▶ [Try it]
Bring together all lines of the material below that contain the string "pairs".
*** Opening Available data ***
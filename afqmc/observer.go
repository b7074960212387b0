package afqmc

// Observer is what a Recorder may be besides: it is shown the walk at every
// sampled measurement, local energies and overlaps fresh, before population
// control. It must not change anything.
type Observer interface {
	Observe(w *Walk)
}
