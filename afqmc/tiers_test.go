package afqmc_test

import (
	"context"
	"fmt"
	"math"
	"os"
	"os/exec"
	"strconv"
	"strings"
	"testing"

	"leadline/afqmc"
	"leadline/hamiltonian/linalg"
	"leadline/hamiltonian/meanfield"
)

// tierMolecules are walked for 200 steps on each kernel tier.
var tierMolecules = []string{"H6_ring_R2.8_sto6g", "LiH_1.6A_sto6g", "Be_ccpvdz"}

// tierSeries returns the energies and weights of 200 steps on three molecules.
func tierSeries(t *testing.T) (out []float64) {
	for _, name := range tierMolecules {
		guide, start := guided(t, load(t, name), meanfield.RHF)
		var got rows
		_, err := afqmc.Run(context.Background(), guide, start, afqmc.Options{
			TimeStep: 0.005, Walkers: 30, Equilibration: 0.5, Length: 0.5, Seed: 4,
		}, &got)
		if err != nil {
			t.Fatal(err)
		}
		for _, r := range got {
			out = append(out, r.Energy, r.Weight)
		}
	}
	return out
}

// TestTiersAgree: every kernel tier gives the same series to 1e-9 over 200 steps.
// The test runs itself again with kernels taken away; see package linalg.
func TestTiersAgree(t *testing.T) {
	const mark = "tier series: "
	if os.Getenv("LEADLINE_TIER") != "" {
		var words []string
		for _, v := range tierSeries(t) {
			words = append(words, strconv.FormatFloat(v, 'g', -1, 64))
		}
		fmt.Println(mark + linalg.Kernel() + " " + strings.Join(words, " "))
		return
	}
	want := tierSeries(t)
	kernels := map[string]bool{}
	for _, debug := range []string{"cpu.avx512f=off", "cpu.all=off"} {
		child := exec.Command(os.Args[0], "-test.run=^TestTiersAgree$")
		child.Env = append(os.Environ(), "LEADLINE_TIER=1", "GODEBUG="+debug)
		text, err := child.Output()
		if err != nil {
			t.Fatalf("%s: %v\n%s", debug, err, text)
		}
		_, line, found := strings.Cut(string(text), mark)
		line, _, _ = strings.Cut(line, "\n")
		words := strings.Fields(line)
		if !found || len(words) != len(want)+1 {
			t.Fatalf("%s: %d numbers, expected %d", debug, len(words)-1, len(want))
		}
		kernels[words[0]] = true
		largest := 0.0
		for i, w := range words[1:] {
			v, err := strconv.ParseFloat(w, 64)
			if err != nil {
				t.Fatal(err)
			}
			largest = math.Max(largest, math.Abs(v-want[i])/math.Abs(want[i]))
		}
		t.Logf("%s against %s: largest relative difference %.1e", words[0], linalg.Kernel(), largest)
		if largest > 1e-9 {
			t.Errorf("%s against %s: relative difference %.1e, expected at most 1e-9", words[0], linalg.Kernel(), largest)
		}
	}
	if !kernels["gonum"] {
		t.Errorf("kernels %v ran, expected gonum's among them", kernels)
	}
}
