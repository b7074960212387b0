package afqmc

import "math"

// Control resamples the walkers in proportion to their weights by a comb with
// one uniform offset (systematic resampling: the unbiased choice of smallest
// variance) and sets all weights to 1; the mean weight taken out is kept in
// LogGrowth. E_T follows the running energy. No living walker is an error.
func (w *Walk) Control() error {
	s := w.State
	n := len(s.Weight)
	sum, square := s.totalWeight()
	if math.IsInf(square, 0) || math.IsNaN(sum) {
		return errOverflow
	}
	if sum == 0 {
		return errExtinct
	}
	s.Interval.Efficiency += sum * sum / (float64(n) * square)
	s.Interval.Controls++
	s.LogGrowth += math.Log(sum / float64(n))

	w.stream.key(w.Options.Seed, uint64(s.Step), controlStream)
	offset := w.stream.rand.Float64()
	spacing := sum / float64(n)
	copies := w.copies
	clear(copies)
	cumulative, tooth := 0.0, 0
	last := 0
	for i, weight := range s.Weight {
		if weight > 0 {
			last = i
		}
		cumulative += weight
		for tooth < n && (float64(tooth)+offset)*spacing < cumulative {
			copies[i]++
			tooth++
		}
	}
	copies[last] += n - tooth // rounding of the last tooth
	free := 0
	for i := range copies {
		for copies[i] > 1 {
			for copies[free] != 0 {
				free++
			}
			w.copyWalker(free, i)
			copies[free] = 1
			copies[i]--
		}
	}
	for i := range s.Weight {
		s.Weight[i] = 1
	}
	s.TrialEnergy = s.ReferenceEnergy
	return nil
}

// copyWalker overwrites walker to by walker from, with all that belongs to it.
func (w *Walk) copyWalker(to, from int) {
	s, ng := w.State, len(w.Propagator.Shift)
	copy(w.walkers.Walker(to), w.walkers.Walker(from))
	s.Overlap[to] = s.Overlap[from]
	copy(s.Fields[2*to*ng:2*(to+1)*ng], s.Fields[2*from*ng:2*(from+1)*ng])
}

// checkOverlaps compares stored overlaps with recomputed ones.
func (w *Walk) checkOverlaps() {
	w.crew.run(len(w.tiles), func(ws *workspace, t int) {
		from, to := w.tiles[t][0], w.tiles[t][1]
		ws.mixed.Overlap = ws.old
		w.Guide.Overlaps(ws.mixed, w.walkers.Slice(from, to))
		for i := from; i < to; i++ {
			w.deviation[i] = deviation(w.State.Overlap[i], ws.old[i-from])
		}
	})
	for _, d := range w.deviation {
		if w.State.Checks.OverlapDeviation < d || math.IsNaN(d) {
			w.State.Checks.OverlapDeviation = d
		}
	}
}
*** Closing Available data ***
*** Opening Available data ***
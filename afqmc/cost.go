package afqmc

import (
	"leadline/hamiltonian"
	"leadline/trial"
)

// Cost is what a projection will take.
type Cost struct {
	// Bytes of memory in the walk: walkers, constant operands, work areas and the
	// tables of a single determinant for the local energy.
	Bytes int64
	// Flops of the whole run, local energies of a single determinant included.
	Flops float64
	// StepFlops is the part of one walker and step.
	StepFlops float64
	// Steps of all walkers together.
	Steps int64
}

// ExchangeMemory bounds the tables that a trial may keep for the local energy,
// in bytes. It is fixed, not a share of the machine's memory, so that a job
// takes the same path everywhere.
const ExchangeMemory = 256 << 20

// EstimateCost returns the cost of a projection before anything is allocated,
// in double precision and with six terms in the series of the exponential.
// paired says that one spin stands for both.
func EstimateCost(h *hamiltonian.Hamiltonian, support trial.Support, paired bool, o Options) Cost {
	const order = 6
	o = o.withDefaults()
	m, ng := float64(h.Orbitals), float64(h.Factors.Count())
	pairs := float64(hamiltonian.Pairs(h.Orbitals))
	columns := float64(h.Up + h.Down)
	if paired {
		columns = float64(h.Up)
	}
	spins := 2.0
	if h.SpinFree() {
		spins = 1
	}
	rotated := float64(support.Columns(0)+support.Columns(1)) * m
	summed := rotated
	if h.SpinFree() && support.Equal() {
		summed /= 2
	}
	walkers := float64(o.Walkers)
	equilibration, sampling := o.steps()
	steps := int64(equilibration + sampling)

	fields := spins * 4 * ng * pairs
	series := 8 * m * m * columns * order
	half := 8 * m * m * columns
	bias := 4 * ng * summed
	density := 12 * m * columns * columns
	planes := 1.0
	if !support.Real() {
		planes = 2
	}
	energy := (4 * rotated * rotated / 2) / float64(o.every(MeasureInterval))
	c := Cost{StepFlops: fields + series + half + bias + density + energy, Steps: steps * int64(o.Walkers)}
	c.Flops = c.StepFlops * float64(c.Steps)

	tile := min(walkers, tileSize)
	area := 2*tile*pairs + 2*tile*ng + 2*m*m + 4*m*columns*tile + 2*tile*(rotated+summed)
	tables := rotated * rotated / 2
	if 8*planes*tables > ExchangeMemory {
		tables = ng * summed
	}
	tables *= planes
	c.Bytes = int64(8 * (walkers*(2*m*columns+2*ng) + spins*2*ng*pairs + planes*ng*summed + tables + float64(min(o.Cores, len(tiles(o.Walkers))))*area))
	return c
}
*** Closing Available data ***
▶ [Task answer]
	pairs := float64(hamiltonian.Pairs(h.Orbitals))
	fields := spins * 4 * ng * pairs
	area := 2*tile*pairs + 2*tile*ng + 2*m*m + 4*m*columns*tile + 2*tile*(rotated+summed)
	c.Bytes = int64(8 * (walkers*(2*m*columns+2*ng) + spins*2*ng*pairs + planes*ng*summed + tables + float64(min(o.Cores, len(tiles(o.Walkers))))*area))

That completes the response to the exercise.